Le 22 novembre, l’Erebus et le Terror s’apprêtaient à quitter la Nouvelle-Zélande, lorsqu’on reçut l’avis que, sur le territoire de Kororarika, une femme européenne, ses trois enfans et le domestique avaient été tués par des Maoris et le feu mis à la maison. Les habitans européens, en proie à la crainte, imploraient du secours. Le commandant expédia un détachement sous la conduite d’un officier, mais il résulta de l’enquête que le crime était un acte personnel. Le mari de cette dame avait acheté un terrain et, comme il vint à mourir, le vendeur s’imaginait avoir le droit de reprendre la propriété ; déçu dans son espérance, il avait eu recours à l’assassinat. Arrêté, conduit et jugé à Auckland, le coupable fut pendu avec toute la solennité imaginable. C’était le premier jugement, la première sentence, la première exécution par les autorités établies en ce pays. Les vaisseaux britanniques faisant voile pour l’ile Chatham, les vents contraires, les ouragans, les brouillards rendirent la navigation très périlleuse. Après s’être approchés des roches connues sous le nom de Récifs du Nord-Ouest, l’Erebus et le Terror s’enfoncèrent dans le sud pour des nouvelles recherches au milieu des glaces du cercle antarctique.
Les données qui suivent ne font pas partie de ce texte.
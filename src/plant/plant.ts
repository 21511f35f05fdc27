/**
 * Plant data on a flowsheet: do the plant's own meters close the balance, by how much, within
 * their uncertainty, and if not, which one is wrong? One snapshot (a row of readings) at a time:
 *
 *   const plant = preparePlant(model, { budget })      // the network, its balances, start values
 *   const { report, x } = plant.run(row, warm)         // one row; x starts the next row
 *
 * For a row: each reading is checked (present, not negative, inside its instrument's range, not
 * a 0 under an uncertainty in % of the reading; a meter needs its line pressure and temperature),
 * flow readings are converted to what the balances take with their uncertainty budget
 * (budget.ts; a meter on a stream of unknown composition is converted with the composition the
 * reconciliation finds, again until it no longer moves, and reported with the conversion the
 * reconciliation took), then:
 *  1. the raw closure of each element and of the total mass over the plant's envelope (feeds in,
 *     products out) from the readings alone, with its uncertainty (closure.ts, GUM, k = 2);
 *  2. the reconciliation (reconcile.ts) of the network's balances (network.ts);
 *  3. the global test, the measurement tests and serial elimination (serial.ts);
 *  4. the figures the data decide (conversions, split fractions, recoveries) and the streams no
 *     meter reads, each with its standard uncertainty (derived.ts), from the reconciliation
 *     without the suspects.
 * Status: reconciled (global test passes), gross-error (it fails), not-redundant (nothing to
 * check: the raw closure is still given), not-converged, invalid.
 */
import { solveFlowsheet } from '../flowsheet/solve.js';
import type { Model } from '../flowsheet/model.js';
import { parameter } from '../study/parameters.js';
import { makeEos } from '../thermo/eos.js';
import type { Eos } from '../thermo/types.js';
import type { StandardRef } from '../units/index.js';
import { meterFlowBudget, type FlowBudget, type FlowBudgetResult } from './budget.js';
import { meterEosFor } from '../thermo/meter-eos.js';
import { atReference, standardUncertainty, type InstrumentDecl } from './declarations.js';
import { derivedFigure, newDerivedWork } from './derived.js';
import { buildNetwork, flowOf, streamVariables, totalOf, type Network, type StreamVars } from './network.js';
import { prepareReconciliation, type PreparedReconciliation } from './reconcile.js';
import { serialElimination } from './serial.js';
import type { ReconcileOptions, ReconcileResult } from './types.js';
import { pValueText } from './statistics.js';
Charles Wilkes, James Ross, Dumont d’Urville ont passé; c’est fini maintenant des voyages aux terres inconnues; c’est fini des grandes navigations d’autrefois. Désormais, si une exploration scientifique est dirigée sur un point du globe, elle se poursuivra dans des conditions absolument différentes. Sur toute terre importante, on rencontrera l’élément européen. Ainsi lorsque, en 1858, la frégate autrichienne la Novara jettera des savans sur les îles que, moins d’un siècle auparavant, le capitaine Cook abordait pour la première fois, ils trouveront des villes, des bourgades, des hôtelleries européennes. Il ne reste plus qu’à examiner par quels actes, par quelles circonstances un peuple a été totalement subjugué, une grande colonie fondée.


EMILE BLANCHARD.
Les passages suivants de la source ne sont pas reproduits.